Co-Immunoprecipitation
HEK293T cells were lysed in NP-40 buffer containing 50 mM Tris-HCl (pH 7.5), 150 mM NaCl, 0.3% NP-40, and protease inhibitor cocktail. Cell lysates were incubated with specific antibodies or control IgG for 3 h at 4 °C. The dynabeads protein G (10004D, Invitrogen) were washed three times with NP-40 buffer and mixed with the cell lysates, followed by incubation at 4˚C overnight. Beads were then washed four times using NP-40 buffer. The precipitate samples were subjected to immunoblotting analysis.
Immunoblotting
For immunoblotting, cells were lysed in RIPA buffer and protein concentrations were determined with a BCA assay. Proteins were separated by SDS–PAGE, electrotransferred to PVDF membranes (Millipore), and probed with the indicated antibodies.
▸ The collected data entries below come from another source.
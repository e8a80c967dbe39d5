"""The cautions every output carries (DESIGN section 6)."""
from __future__ import annotations

from premiumlab.spec import Spec
from rating_tables.table import DRAFT_CAUTION

#: The one draft caution, shared with the filed table format so that it is never stated twice.
DRAFT = DRAFT_CAUTION
PROHIBITED = ("Factors prohibited by local law must not be used in rating; the spec's [compliance] list "
              "is checked, but it is the user's duty to keep it complete for the jurisdiction.")
AS_GIVEN = ("Claim amounts were taken as given: not developed to ultimate, not trended to the future "
            "policy period, large losses not capped.")


def cautions_for(spec: Spec) -> list[str]:
    """The cautions for outputs made under `spec`.

    Experience adjustments are not applied by this version (the spec refuses them), so the
    amounts-as-given caution is always present.
    """
    return [DRAFT, PROHIBITED, AS_GIVEN]
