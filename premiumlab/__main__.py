"""`python -m premiumlab` runs the command line."""

from premiumlab.cli.app import app

app(prog_name="premiumlab")
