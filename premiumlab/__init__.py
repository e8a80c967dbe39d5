"""premiumlab: GLM baselines, boosted trees and banded rating tables for insurance pricing.

The public functions are imported lazily so that the command line starts fast:
`premiumlab.fit`, `premiumlab.load_spec`, `premiumlab.load_book`, `premiumlab.simulate`, ...
"""
from __future__ import annotations

from importlib import import_module

__version__ = "0.1.0"

_PUBLIC = {
    "fit": "premiumlab.pipeline",
    "open_run": "premiumlab.pipeline",
    "load_spec": "premiumlab.spec",
    "load_book": "premiumlab.data",
    "profile": "premiumlab.data",
    "simulate": "premiumlab.simulate",
    "validate_book": "premiumlab.validation",
    "compare": "premiumlab.comparison",
    "tabulate": "premiumlab.tabulate",
    "write_report": "premiumlab.report",
    "run_demo": "premiumlab.demo",
}


def __getattr__(name: str):
    if name in _PUBLIC:
        value = getattr(import_module(_PUBLIC[name]), name)
        # importing premiumlab.simulate sets the submodule as an attribute of the package;
        # the function of the same name must win
        globals()[name] = value
        return value
    raise AttributeError(f"module 'premiumlab' has no attribute {name!r}")


__all__ = sorted(_PUBLIC)
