"""premiumlab: GLM baselines, boosted trees and banded rating tables for insurance pricing.

One function per command, called as on the command line (`premiumlab.api`):
``premiumlab.fit("book.parquet", spec="spec.toml", out="run")`` is
``premiumlab fit book.parquet --spec spec.toml --out run``. Each returns a frozen dataclass with
``to_dict()``. `load_spec`, `load_book` and `open_run` read a spec, a book and a run directory.

Everything is imported lazily so that the command line starts fast. No public name is also the
name of a submodule (importing a submodule sets it as an attribute of the package, which would
shadow the function).
"""

from importlib import import_module as _import_module

__version__ = "0.1.0"

_COMMANDS = (
    "simulate",
    "validate",
    "fit",
    "compare",
    "tabulate",
    "select",
    "audit",
    "rate",
    "impact",
    "certify",
    "tails",
    "report",
    "demo",
)
_RESULTS = (
    "SimulationResult",
    "Comparison",
    "TableResult",
    "SelectResult",
    "AuditResult",
    "RateResult",
    "ImpactResult",
    "Certificate",
    "TailFit",
    "ReportResult",
    "DemoResult",
)
_PUBLIC = {
    **{name: "premiumlab.api" for name in _COMMANDS},
    **{name: "premiumlab.results" for name in _RESULTS},
    "ValidationReport": "premiumlab.book.validate",
    "Run": "premiumlab.runs.rundir",
    "open_run": "premiumlab.runs.rundir",
    "load_spec": "premiumlab.book.spec",
    "load_book": "premiumlab.book.scan",
}


def __getattr__(name: str):
    if name in _PUBLIC:
        value = getattr(_import_module(_PUBLIC[name]), name)
        globals()[name] = value
        return value
    raise AttributeError(f"module 'premiumlab' has no attribute {name!r}")


def __dir__() -> list[str]:
    return sorted(set(globals()) | set(_PUBLIC))


__all__ = sorted(_PUBLIC)
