"""premiumlab: GLM baselines, boosted trees and banded rating tables for insurance pricing.

The public functions are imported lazily so that the command line starts fast:
`premiumlab.fit`, `premiumlab.load_spec`, `premiumlab.load_book`, `premiumlab.simulate`, ...
No public function shares its name with a submodule (importing a submodule sets it as an
attribute of the package, which would shadow the function).
"""
from __future__ import annotations

from importlib import import_module

__version__ = "0.1.0"

_PUBLIC = {
    "fit": "premiumlab.runs.fit",
    "open_run": "premiumlab.runs.rundir",
    "load_spec": "premiumlab.book.spec",
    "load_book": "premiumlab.book.scan",
    "simulate": "premiumlab.simulation.simulator",
    "validate_book": "premiumlab.book.validate",
    "compare": "premiumlab.review.comparison",
    "tabulate": "premiumlab.tabulation.from_run",
    "write_report": "premiumlab.review.report",
    "run_demo": "premiumlab.demo_job",
    "threshold_aid": "premiumlab.experience.tails",
}


def __getattr__(name: str):
    if name in _PUBLIC:
        value = getattr(import_module(_PUBLIC[name]), name)
        globals()[name] = value
        return value
    raise AttributeError(f"module 'premiumlab' has no attribute {name!r}")


__all__ = sorted(_PUBLIC)
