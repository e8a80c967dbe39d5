"""`demo`: the whole job on the built-in motor scenario, into one folder."""
from __future__ import annotations

from importlib import resources
from pathlib import Path
from typing import Callable

from premiumlab.outputs import check_target

SCENARIO = "motor"


def scenario_file(name: str) -> Path:
    """Path of a shipped scenario file, e.g. scenario_file("motor.toml")."""
    return Path(str(resources.files("premiumlab.scenarios").joinpath(name)))


def run_demo(out: str | Path, policies: int | None = None, force: bool = False,
             echo: Callable[[str], None] = print) -> Path:
    """Simulate the motor book, then fit, and write everything under `out`."""
    from premiumlab.outputs import atomic_output
    from premiumlab.pipeline import fit
    from premiumlab.simulate import simulate

    out = Path(out)
    check_target(out, force)
    with atomic_output(out, force=force) as tmp:
        book = tmp / "book.parquet"
        spec = scenario_file(f"{SCENARIO}_spec.toml")
        simulate(scenario_file(f"{SCENARIO}.toml"), book, policies=policies)
        echo(f"simulated {book.name}")
        (tmp / "spec.toml").write_bytes(spec.read_bytes())
        fit(book, tmp / "spec.toml", tmp / "run", progress=True)
        echo("fitted run/")
    echo(f"demo written to {out}")
    return out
The primary antibody information is as follows: rabbit anti-FASN (1:1000, 3180S, Cell Signaling Technology), rabbit anti-ACLY (1:1000, 4332S, Cell Signaling Technology), rabbit anti-Phospho-ACLY (1:1000, 4331T, Cell Signaling Technology), rabbit anti-Lipin 1 (1:1000, 14906S, Cell Signaling Technology), rabbit anti-ACSL1 (1:1000, 9189S, Cell Signaling Technology), rabbit anti-C/EBPα (1:1000, 8178S, Cell Signaling Technology), rabbit anti-Perilipin-1 (1:1000, 9349S, Cell Signaling Technology), rabbit anti-PPARγ (1:1000, 2435S, Cell Signaling Technology), rabbit anti-AceCS1 (1:1000, 3658S, Cell Signaling Technology), Mouse anti-ISG15 (1:1000, sc-166755, Santa Cruz Biotechnology), mouse anti-FLAG (1:2000, Sigma), rabbit anti-FLAG (1:1000, 20543-1-AP, Proteintech), mouse anti-Myc (1:2000, M192-3, MBL), rabbit anti-METTL3 (1:1000, ab18810, Abcam), and mouse anti-β-actin (1:5000, Sigma).
mRNA stability analysis
BMDMs were treated with actinomycin D (Sigma) at a final concentration of 5 μg/ml and collected at the indicated time. The total RNA was extracted, then the mRNA transcript levels of interest were determined by qRT-PCR.
Bone marrow chimeras
The bone marrow of recipient mice was ablated with 9.5 Gy irradiation. Meanwhile, donor bone marrow cells were collected from the femurs and tibias of mice by flushing with cold DMEM. The bone marrow was filtered through a 70 µm filter to produce single cell suspensions. Cells were counted and re-suspended in cold PBS. After irradiation, 1 × 107 cells of donor bone marrow cells in 200 µl PBS were injected into recipient mice through the tail vein for reconstruction.
Depletion of macrophages
Macrophages were depleted using Clodronate Liposomes. Briefly, 200 μL Clodronate Liposomes were intraperitoneally injected into mice on days −1, 1, 3, and 5 during tumor growth. Immunofluorescence staining for F4/80+ cells was used to confirm macrophages depletion.
Flow cytometry
To obtain a single cell suspension, brain tumors were finely chopped and digested for 30 min using dispase and collagenase Ⅰ in 1640 medium with intermittent shaking at 37 °C, and then passed through a 70 μm filter. Cell pellets were washed twice in PBS and resuspended in FACS buffer. For surface staining, cells were incubated with the antibodies diluted in FACS buffer on ice for 30 min. To perform intracellular immuno-staining, cells were fixed and permeabilized with a Staining Buffer (ThermoFisher Scientific) according to the manufacturer’s protocol. Samples were run on a BD Caliper (BD) or a CytoFLEX S (Beckman Coulter), and all subsequent compensation and gating design was performed using FlowJo software. The following antibodies were used for flow cytometry: CD45 (30-F11, Biolegend), CD11b (M1/70, Biolegend), Gr1 (RB6-8C5, Biolegend), CD3 (145-2C11, eBioscience), CD8 (clone 53-6.7, Biolegend), IFN-γ (XMG1.2, Biolegend), CD4 (GK1.5, Biolegend), CD49b (HMα2, Biolegend), F4/80 (BM8, Biolegend), Ly6G (1A8, Biolegend), CD11b (clone M1/70, Biolegend), LAG-3 (C9B7W, Biolegend), CD39 (Duha59, Biolegend), TIM-3 (B8.2C12, Biolegend), CX3CR1 (SA011F11, Biolegend), ARG1 (A1exF5, eBioscience), NOS2 (CXNFT, eBioscience).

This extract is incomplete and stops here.